== Segment start ==

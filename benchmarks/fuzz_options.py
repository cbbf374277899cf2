"""Hand-picked option and path cases for benchmarks/fuzz.py (each runs once per fuzz run).

Every case names its command line with placeholders filled in by the driver: {model} (a demo model copy),
{calib}, {val}, {cand} (a swapped copy of the model), all inside the case folder; ``setup`` prepares odd
files first. ``data_loss`` marks cases whose only correct answer is exit 2 (writing would destroy an input);
``may_change`` lists pre-existing files the user asked to have overwritten.
"""
from __future__ import annotations

import os
from dataclasses import dataclass, field
from pathlib import Path
from typing import Callable

SWAP_CAL = ["swap", "{model}", "--calib", "{calib}", "-o", "out.onnx"]
SWAP_VAL = SWAP_CAL + ["--val", "{val}"]
SWAP_NOCAL = ["swap", "{model}", "--no-calibrate", "-o", "out.onnx"]
CHECK = ["check", "{model}", "{cand}", "--val", "{val}"]


@dataclass
class OptionCase:
    name: str
    argv: list[str]
    timeout: float = 60.0
    data_loss: bool = False
    setup: Callable[[Path], None] | None = None
    may_change: tuple[str, ...] = ()
    gate: bool = False  # exit 1 (rejected) is a correct answer
    extra: dict = field(default_factory=dict)


def _file(name: str, text: str = "keep me\n"):
    def setup(work: Path) -> None:
        (work / name).write_text(text)
    return setup


def _fifo(name: str):
    return lambda work: os.mkfifo(work / name)


def _link(name: str, target: str):
    return lambda work: os.symlink(target, work / name)


def _hardlink(name: str, target: str):
    return lambda work: os.link(work / target, work / name)


def _mkdir(name: str):
    return lambda work: (work / name).mkdir(parents=True)


def _external(work: Path) -> None:
    """Rewrite {model} (model.onnx) to keep its weights in weights.bin."""
    import onnx

    m = onnx.load(work / "model.onnx")
    onnx.save_model(m, work / "model.onnx", save_as_external_data=True, all_tensors_to_one_file=True,
                    location="weights.bin", size_threshold=0)


def _calib_folder(work: Path) -> None:
    import numpy as np

    (work / "cal").mkdir()
    with np.load(work / "calib.npz") as z:
        np.save(work / "cal" / "pixels.npy", z["pixels"])


def _markup_out(work: Path) -> None:
    (work / "[").mkdir()


def _both(*fns):
    def setup(work: Path) -> None:
        for fn in fns:
            fn(work)
    return setup


CASES = [
    OptionCase("seed_negative", SWAP_CAL + ["--seed", "-1"]),
    OptionCase("seed_huge", SWAP_CAL + ["--seed", str(2**70)]),
    OptionCase("cache_mb_inf", SWAP_CAL + ["--cache-mb", "inf"]),
    OptionCase("cache_mb_nan", SWAP_CAL + ["--cache-mb", "nan"]),
    OptionCase("cache_mb_1e300", SWAP_CAL + ["--cache-mb", "1e300"]),
    OptionCase("cache_mb_zero", SWAP_CAL + ["--cache-mb", "0"]),
    OptionCase("threads_100000_swap", SWAP_CAL + ["--threads", "100000"], timeout=30),
    OptionCase("threads_100000_check", CHECK + ["--threads", "100000"], timeout=30, gate=True),
    OptionCase("batch_size_1e9_swap", SWAP_CAL + ["--batch-size", "1000000000"]),
    OptionCase("batch_size_1e9_check", CHECK + ["--batch-size", "1000000000"], gate=True),
    OptionCase("budget_nan", SWAP_VAL + ["--budget", "nan"], gate=True),
    OptionCase("budget_inf", SWAP_VAL + ["--budget", "inf"], gate=True),
    OptionCase("budget_negative", CHECK + ["--budget", "-5"], gate=True),
    OptionCase("min_agreement_2", CHECK + ["--min-agreement", "2"], gate=True),
    OptionCase("min_agreement_nan", CHECK + ["--min-agreement", "nan"], gate=True),
    OptionCase("min_agreement_negative", SWAP_VAL + ["--min-agreement", "-1"], gate=True),
    OptionCase("strict_int8_check", CHECK + ["--strict", "--int8"], gate=True, timeout=120),
    OptionCase("demo_out_existing_file", ["demo", "--out", "taken.txt"], setup=_file("taken.txt"), timeout=240),
    OptionCase("demo_out_under_file", ["demo", "--out", "taken.txt/demo"], setup=_file("taken.txt"), timeout=240),
    OptionCase("demo_out_proc", ["demo", "--out", "/proc/swapper-fuzz-demo"], timeout=240),
    OptionCase("out_parent_is_file", SWAP_NOCAL[:-1] + ["taken.txt/out.onnx"], setup=_file("taken.txt")),
    OptionCase("out_under_proc", SWAP_NOCAL[:-1] + ["/proc/swapper-fuzz.onnx"]),
    OptionCase("out_proc_self", SWAP_NOCAL[:-1] + ["/proc/self/swapper-fuzz.onnx"]),
    OptionCase("out_long_name", SWAP_NOCAL[:-1] + ["o" * 300 + ".onnx"]),
    OptionCase("out_is_dir", SWAP_NOCAL[:-1] + ["adir"], setup=_mkdir("adir")),
    OptionCase("out_empty", SWAP_NOCAL[:-1] + [""]),
    OptionCase("out_markup_close", SWAP_NOCAL[:-1] + ["[/b]out.onnx"], setup=_markup_out),
    OptionCase("out_markup_open", SWAP_NOCAL[:-1] + ["[red]out.onnx"]),
    OptionCase("report_under_file", SWAP_VAL + ["--report", "taken.txt/rep"], setup=_file("taken.txt"), gate=True),
    OptionCase("report_under_proc", SWAP_VAL + ["--report", "/proc/swapper-fuzz-rep"], gate=True),
    OptionCase("report_proc_self", SWAP_VAL + ["--report", "/proc/self"], gate=True),
    OptionCase("check_report_proc_self", CHECK + ["--report", "/proc/self"], gate=True),
    OptionCase("check_report_is_file", CHECK + ["--report", "taken.txt"], setup=_file("taken.txt"), gate=True),
    OptionCase("report_json_is_dir", CHECK + ["--report", "rep"], setup=_mkdir("rep/report.json"), gate=True),
    OptionCase("out_is_calib", ["swap", "{model}", "--calib", "{calib}", "-o", "{calib}"], data_loss=True),
    OptionCase("out_is_val", ["swap", "{model}", "--calib", "{calib}", "--val", "{val}", "-o", "{val}"],
               data_loss=True),
    OptionCase("out_is_model", SWAP_NOCAL[:-1] + ["{model}"], data_loss=True),
    OptionCase("out_is_model_dotted", SWAP_NOCAL[:-1] + ["./adir/../model.onnx"], data_loss=True,
               setup=_mkdir("adir")),
    OptionCase("out_is_model_symlink", SWAP_NOCAL[:-1] + ["link.onnx"], data_loss=True,
               setup=_link("link.onnx", "model.onnx")),
    OptionCase("out_is_model_hardlink", SWAP_NOCAL[:-1] + ["hard.onnx"], setup=_hardlink("hard.onnx", "model.onnx"),
               may_change=("hard.onnx",)),
    OptionCase("out_is_external_data", SWAP_NOCAL[:-1] + ["weights.bin"], data_loss=True, setup=_external),
    OptionCase("out_is_calib_folder_member", ["swap", "{model}", "--calib", "cal", "-o", "cal/pixels.npy"],
               data_loss=True, setup=_calib_folder),
    OptionCase("out_link_to_calib", SWAP_CAL[:-1] + ["link.onnx"], setup=_link("link.onnx", "calib.npz"),
               may_change=("link.onnx",)),
    OptionCase("external_data_model_swap", SWAP_CAL, setup=_external),
    OptionCase("model_markup_close_scan", ["scan", "[/b]m.onnx"],
               setup=lambda w: (_markup_out(w), os.link(w / "model.onnx", w / "[" / "b]m.onnx"))),
    OptionCase("model_markup_close_swap",
               ["swap", "[/b]m.onnx", "--calib", "{calib}", "--val", "{val}", "-o", "o.onnx"],
               setup=lambda w: (_markup_out(w), os.link(w / "model.onnx", w / "[" / "b]m.onnx")), gate=True),
    OptionCase("model_markup_open_scan", ["scan", "[red]m.onnx"],
               setup=lambda w: os.link(w / "model.onnx", w / "[red]m.onnx")),
    OptionCase("model_fifo", ["scan", "pipe.onnx"], setup=_fifo("pipe.onnx"), timeout=20),
    OptionCase("calib_fifo", SWAP_CAL[:3] + ["pipe.npz", "-o", "out.onnx"], setup=_fifo("pipe.npz"), timeout=20),
    OptionCase("model_devzero", ["scan", "zero.onnx"], setup=_link("zero.onnx", "/dev/zero"), timeout=30),
    OptionCase("model_devnull", ["scan", "null.onnx"], setup=_link("null.onnx", "/dev/null")),
    OptionCase("model_long_name", ["scan", "m" * 300 + ".onnx"]),
    OptionCase("model_dir", ["scan", "adir"], setup=_mkdir("adir")),
    OptionCase("model_missing", ["scan", "nothere.onnx"]),
    OptionCase("model_link_loop", ["scan", "loop.onnx"], setup=_both(_link("loop.onnx", "loop2.onnx"),
                                                                      _link("loop2.onnx", "loop.onnx"))),
    OptionCase("fold_bogus", SWAP_NOCAL + ["--fold", "bogus"]),
    OptionCase("mode_bogus", SWAP_CAL + ["--mode", "bogus"]),
    OptionCase("to_bogus", SWAP_NOCAL + ["--to", "bogus"]),
    OptionCase("only_bogus", SWAP_NOCAL + ["--only", "bogus"]),
    OptionCase("sites_bogus", SWAP_NOCAL + ["--sites", "s99,,s1"]),
    OptionCase("refit_without_calib", SWAP_NOCAL + ["--refit-consumers"]),
    OptionCase("calib_and_no_calibrate", SWAP_CAL + ["--no-calibrate"]),
    OptionCase("neither_calib_nor_no_calibrate", ["swap", "{model}", "-o", "out.onnx"]),
    OptionCase("unknown_option", SWAP_NOCAL + ["--bogus"]),
    OptionCase("threads_zero", SWAP_NOCAL + ["--threads", "0"]),
    OptionCase("threads_not_int", SWAP_NOCAL + ["--threads", "abc"]),
    OptionCase("check_missing_val", ["check", "{model}", "{cand}"]),
    OptionCase("check_same_file", ["check", "{model}", "{model}", "--val", "{val}"], gate=True),
    OptionCase("check_other_model", ["check", "{model}", "other.onnx", "--val", "{val}"], gate=True),
    OptionCase("to_each_surrogate_refit", SWAP_VAL + ["--to", "pwl", "--refit-consumers", "--fold", "off",
                                                      "--mode", "local", "--include-gates", "--include-outputs"],
               gate=True, timeout=120),
    OptionCase("force_reject", SWAP_VAL + ["--to", "relu", "--budget", "0", "--min-agreement", "1", "--force"],
               gate=True),
]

== Segment end ==

- About this exercise -
Copy out every line from the data above that has "consumers" in it.

- Exercise result -
    OptionCase("refit_without_calib", SWAP_NOCAL + ["--refit-consumers"]),
    OptionCase("to_each_surrogate_refit", SWAP_VAL + ["--to", "pwl", "--refit-consumers", "--fold", "off",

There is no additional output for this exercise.